Then the algorithm is:
1a. Obtain floor(square_root(n)) # this is the maximum value of a - call it max_a
1b. Obtain the first value of a such that a^2 >= n/4 - call it min_a
2. For a in a range (min_a, max_a)
At this point we have selected a particular a, and are now looking at bridging the gap from a^2 to n - i.e. (n - a^2)
3. Repeat steps 1a through 2 to select a value of b. This time instead of finding
floor(square_root(n)) we find floor(square_root(n - a^2))
and so on and so forth. So the entire algorithm would look something like:
1a. Obtain floor(square_root(n)) # this is the maximum value of a - call it max_a
1b. Obtain the first value of a such that a^2 >= n/4 - call it min_a
2. For a in a range (min_a, max_a)
3a. Obtain floor(square_root(n - a^2))
3b. Obtain the first value of b such that b^2 >= (n - a^2)/3
4. For b in a range (min_b, max_b)
5a. Obtain floor(square_root(n - a^2 - b^2))
5b. Obtain the first value of b such that b^2 >= (n - a^2 - b^2)/2
6. For c in a range (min_c, max_c)
7. We now look at (n - a^2 - b^2 - c^2). If its square root is an integer, this is d.
Otherwise, this tuple will not form a solution
At steps 3b and 5b I use (n - a^2)/3, (n - a^2 - b^2)/2. We divide by 3 or 2, respectively, because of the number of values in the tuple not yet 'fixed'.
An example:
doing this on n = 12:
1a. max_a = 3
1b. min_a = 2
2. for a in range(2, 3):
use a = 2
3a. we now look at (12 - 2^2) = 8
max_b = 2
3b. min_b = 2
4. b must be 2
5a. we now look at (12 - 2^2 - 2^2) = 4
max_c = 2
5b. min_c = 2
6. c must be 2
7. (n - a^2 - b^2 - c^2) = 0, hence d = 0
so a possible tuple is (2, 2, 2, 0)
2. use a = 3
3a. we now look at (12 - 3^2) = 3
max_b = 1
3b. min_b = 1
4. b must be 1
5a. we now look at (12 - 3^2 - 1^2) = 2
max_c = 1
5b. min_c = 1
6. c must be 1
7. (n - a^2 - b^2 - c^2) = 1, hence d = 1
so a possible tuple is (3, 1, 1, 1)
These are the only two possible tuples - hey presto!
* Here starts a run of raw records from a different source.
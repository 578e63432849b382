// Loads the items, bins and lots an operation names, once, and checks they fit together.
import { In, type EntityManager } from 'typeorm'
import type { Bin } from '../../entities/Bin.js'
import { Item } from '../../entities/Item.js'
import type { Lot } from '../../entities/Lot.js'
import { AppError } from '../../errors.js'
import { currentBinsById, currentLotsById } from './currentRows.js'

export interface Lookups {
  item(id: number): Item
  bin(id: number): Bin
  lot(id: number | null): Lot | null
  describe(k: { itemId: number; binId: number; lotId: number | null }): { sku: string; binCode: string; lotCode: string | null }
}

export async function loadLookups(
  em: EntityManager,
  refs: readonly { itemId: number; binId: number; lotId: number | null }[],
): Promise<Lookups> {
  const ids = (pick: (r: (typeof refs)[number]) => number | null) => [...new Set(refs.map(pick).filter((v): v is number => v !== null))]
  // Bins and lots with a current read: a transit bin or lot created by a concurrent request after this
  // transaction's snapshot is invisible to a plain read under REPEATABLE READ (a 404 for a real bin).
  const items = await em.findBy(Item, { id: In(ids((r) => r.itemId)) })
  const bins = await currentBinsById(em, ids((r) => r.binId))
  const lots = await currentLotsById(em, ids((r) => r.lotId))
  const itemMap = new Map(items.map((i) => [i.id, i]))
  const binMap = new Map(bins.map((b) => [b.id, b]))
  const lotMap = new Map(lots.map((l) => [l.id, l]))
  for (const r of refs) {
    if (!itemMap.has(r.itemId)) throw AppError.notFound('item_not_found', `Item ${r.itemId} was not found.`)
    if (!binMap.has(r.binId)) throw AppError.notFound('bin_not_found', `Bin ${r.binId} was not found.`)
    const lot = r.lotId === null ? null : lotMap.get(r.lotId)
    if (r.lotId !== null && !lot) throw AppError.notFound('lot_not_found', `Lot ${r.lotId} was not found.`)
    if (lot && lot.itemId !== r.itemId) {
      const sku = itemMap.get(r.itemId)!.sku
      throw AppError.badRequest('lot_other_item', `Lot ${lot.code} belongs to another item than ${sku}.`, { params: { lot: lot.code, sku } })
    }
  }
  return {
    item: (id) => itemMap.get(id)!,
    bin: (id) => binMap.get(id)!,
    lot: (id) => (id === null ? null : lotMap.get(id)!),
    describe: (k) => ({
      sku: itemMap.get(k.itemId)!.sku,
      binCode: binMap.get(k.binId)!.code,
      lotCode: k.lotId === null ? null : lotMap.get(k.lotId)!.code,
    }),
  }
}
nebffa has a great answer. one suggestion:
step 3a: max_b = min(a, floor(square_root(n - a^2))) // since b <= a
max_c and max_d can be improved in the same way too.
Here is another try:
1. generate array S: {0, 1, 2^2, 3^2,.... nr^2} where nr = floor(square_root(N)).
now the problem is to find 4 numbers from the array that sum(a, b,c,d) = N;
2. according to neffa's post (step 1a & 1b), a (which is the largest among all 4 numbers) is between [nr/2 .. nr].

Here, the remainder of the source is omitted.